FAIRFIELD — The police department hopes to install 18 additional cameras equipped with artificial intelligence in the town’s schools to respond to potential security threats.
The department requested nearly $108,000 from the town’s COVID-19 relief funds to bring the total AI surveillance cameras at Fairfield schools to 30, Police Cheif Robert Kalamaras told the Representative Town Meeting this week.
He said police have already installed 12 of the “off-site” cameras for early detection surveillance that can identify vehicles and some physical characteristics of suspects and ping officers’ cell phones in the case of an alert within 10 seconds.
Kalamaras said the technology can identify vehicles without license plate information, decipher between models like convertibles and pickup trucks and identify features like clothing accessories in a way that can narrow the department’s “search filters” when officers are trying to locate a suspect.
He added that the cameras come with a roughly $6,000 annual maintenance cost, and he has consulted with Superintendent Michael Testani about how the department operates the cameras around school sites.
“We kind of dipped our toe in the pool for a little bit just to get a couple of cameras, implement them and see how effective they would be in the town of Fairfield, and they have been extremely effective to the extent that we would want to augment our system,” Kalamaras said.
Kalamaras said surrounding municipalities, including Bridgeport, Westport, Norwalk and Stamford, have already implemented the AI surveillance cameras around schools. He said the system operating the cameras are connected to Bridgeport’s Fusion Center, which tracks police surveillance cameras across the city.
Dr. Hannah Gale, a District 6 RTM member, said the cameras seem “more like a euphemism” for a legitimate security measure against a safety threat like a school shooting, instead serving a narrower purpose of tracking down a suspect.
Kalamaras said domestic incidents tend to be the most common cases that police investigate around schools, and the cameras can deliver information about potential suspects who arrive. He said the cameras can also help the department solve other crimes within their vicinity, pointing to a recent fatal hit and run involving a motorcycle in which officers were able to arrest the suspect within an hour because of the camera technology that identified his vehicle.
Gale also raised concerns that this could lead down a path of too many security cameras being installed and infringing on people’s lives.
“Where is this line?” she asked. “Because we’re talking about adding all of these cameras, as you said on top of the state cameras. They want to put ticket cameras in. Before you know it, we’re going to be living in a prison.”
Kalamaras said the state already uses the same cameras at traffic intersections in the area.
Karen McCormack, a District 2 representative, pressed Kalamaras on the department’s work to double down on firm security measures that can prevent a safety threat as major as a school shooting, ranging from extra funding to officers who are stationed outside of schools.
Kalamaras said Fairfield has struck a steady balance in its security levels to maintain school safety, but there is no single “magic button” that would eliminate the looming threat of a criminal incident. He said the department learned effective prevention involves early social intervention based on a symposium the National Threat Assessment Center conducted last year.

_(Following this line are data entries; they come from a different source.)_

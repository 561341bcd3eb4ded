package ingest

import (
	"errors"
	"math"
	"math/bits"
	"strconv"
	"unsafe"
)

// parseFloat parses b with strconv.ParseFloat semantics and demands a
// finite result. The string view of b avoids a copy per row; no part of
// the strconv error, which would alias b, is kept.
func parseFloat(b []byte) (float64, error) {
	if len(b) == 0 {
		return 0, ErrEmptyField
	}
	if v, ok := parseFloatFast(b); ok {
		return v, nil
	}
	v, err := strconv.ParseFloat(unsafe.String(unsafe.SliceData(b), len(b)), 64)
	if err != nil {
		if errors.Is(err, strconv.ErrRange) && math.IsInf(v, 0) {
			return 0, ErrNonFinite
		}
		return 0, ErrNumberSyntax
	}
	if math.IsInf(v, 0) || math.IsNaN(v) {
		return 0, ErrNonFinite
	}
	// strconv rounds a magnitude below the smallest subnormal
	// (4.9e-324) to zero without an error; a reading of 1e-400 is not
	// a reading of 0.
	if v == 0 && nonZeroMantissa(b) {
		return 0, ErrNumberRange
	}
	return v, nil
}

// nonZeroMantissa reports whether a non-zero digit comes before the
// exponent of a number strconv.ParseFloat accepted (decimal, or hex with
// a 0x prefix and a p exponent).
func nonZeroMantissa(b []byte) bool {
	if len(b) > 0 && (b[0] == '-' || b[0] == '+') {
		b = b[1:]
	}
	hex := len(b) > 1 && b[0] == '0' && (b[1] == 'x' || b[1] == 'X')
	if hex {
		b = b[2:]
	}
	for _, c := range b {
		switch {
		case !hex && (c == 'e' || c == 'E'), hex && (c == 'p' || c == 'P'):
			return false
		case c >= '1' && c <= '9', hex && (c >= 'a' && c <= 'f' || c >= 'A' && c <= 'F'):
			return true
		}
	}
	return false
}

// float64pow10 holds the powers of ten that float64 represents exactly.
var float64pow10 = [...]float64{1e0, 1e1, 1e2, 1e3, 1e4, 1e5, 1e6, 1e7, 1e8,
	1e9, 1e10, 1e11, 1e12, 1e13, 1e14, 1e15, 1e16, 1e17, 1e18, 1e19, 1e20, 1e21, 1e22}

// scanDecimal reads b as [-]digits[.digits], at least one integer digit
// and, after a point, at least one fraction digit, with at most maxDigits
// digits in all (maxDigits ≤ 19, so mant cannot overflow). It returns the
// digits as one integer and the count of fraction digits; ok is false for
// any other shape.
func scanDecimal(b []byte, maxDigits int) (neg bool, mant uint64, nFrac int, ok bool) {
	i := 0
	neg = len(b) > 0 && b[0] == '-'
	if neg {
		i++
	}
	start := i
	for ; i < len(b) && b[i] >= '0' && b[i] <= '9'; i++ {
		mant = mant*10 + uint64(b[i]-'0')
	}
	nInt := i - start
	if i < len(b) && b[i] == '.' {
		i++
		fs := i
		for ; i < len(b) && b[i] >= '0' && b[i] <= '9'; i++ {
			mant = mant*10 + uint64(b[i]-'0')
		}
		if nFrac = i - fs; nFrac == 0 {
			return false, 0, 0, false
		}
	}
	// Longer inputs wrapped mant above; they are refused here.
	if i != len(b) || nInt == 0 || nInt+nFrac > maxDigits {
		return false, 0, 0, false
	}
	return neg, mant, nFrac, true
}

// parseFloatFast converts [-]digits[.digits] with at most 19 digits in
// all, correctly rounded as strconv.ParseFloat rounds, and reports false
// for every other shape. Up to 2^53 it takes Clinger's fast path (W. D.
// Clinger, "How to Read Floating Point Numbers Accurately", PLDI 1990):
// the digits as an integer and 10^k are both exact in float64, so one
// division rounds correctly. Longer mantissas, as producers print a
// float64 in full (17 digits), go through divideRound.
func parseFloatFast(b []byte) (float64, bool) {
	neg, mant, nFrac, ok := scanDecimal(b, 19)
	if !ok {
		return 0, false
	}
	return decimalFloat(neg, mant, nFrac), true
}

// decimalFloat returns ±mant/10^nFrac correctly rounded, for nFrac ≤ 19.
func decimalFloat(neg bool, mant uint64, nFrac int) float64 {
	var f float64
	if mant <= 1<<53 {
		f = float64(mant) / float64pow10[nFrac]
	} else {
		f = divideRound(mant, pow10u64[nFrac])
	}
	if neg {
		f = -f
	}
	return f
}

// pow10u64 holds 10^0 through 10^19, every power of ten below 2^64.
var pow10u64 = func() (p [20]uint64) {
	p[0] = 1
	for i := 1; i < len(p); i++ {
		p[i] = p[i-1] * 10
	}
	return p
}()

// divideRound returns n/d rounded to the nearest float64, ties to even,
// for n > 0 and d > 0. The quotient is computed exactly in integers: n is
// shifted left by s so that q = ⌊n·2^s/d⌋ has 63 or 64 bits (the shifted
// n has at most 127 bits and its high word is below d, as bits.Div64
// needs), q is cut to 53 bits and the cut bits and the remainder decide
// the rounding. The value is then m·2^(cut−s) with m < 2^53, which
// math.Ldexp scales exactly (n/d lies far inside the normal range).
func divideRound(n, d uint64) float64 {
	s := uint(63 - bits.Len64(n) + bits.Len64(d))
	var hi, lo uint64
	if s < 64 {
		hi, lo = n>>(64-s), n<<s
	} else {
		hi = n << (s - 64)
	}
	q, r := bits.Div64(hi, lo, d)
	cut := uint(bits.Len64(q) - 53)
	m, rest, half := q>>cut, q&(1<<cut-1), uint64(1)<<(cut-1)
	if rest > half || rest == half && (r != 0 || m&1 == 1) {
		m++
		if m == 1<<53 {
			m, cut = m>>1, cut+1
		}
	}
	return math.Ldexp(float64(m), int(cut)-int(s))
}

“It’s a multifaceted approach, and I think the more people that get involved and are looking at those things that don’t belong is probably the best approach,” he said. “And you have to look at balance. Do we go too far where there are police officers standing at the front doors of the school at an elementary school? I don’t know. That’s up for the community to decide I think.”
The roughly $108,000 for the surveillance cameras would come out of Fairfield’s cache of COVID-19 relief funding from the American Rescue Plan Act that dates back to 2021. Jared Schmitt, the town’s chief financial officer, said the town still has about $1.5 million of unallocated ARPA funds, but officials are confident they can distribute the remaining lot by the town’s deadline for allocations that sits about 18 months ahead.
Fairfield received $24.8 million in COVID relief from the federal government in 2021, which town officials planned to funnel into the police department, flood mitigation and emergency aid for locals. The police department was set to earn $3.7 million from the federal aid under the town’s proposed plan that year.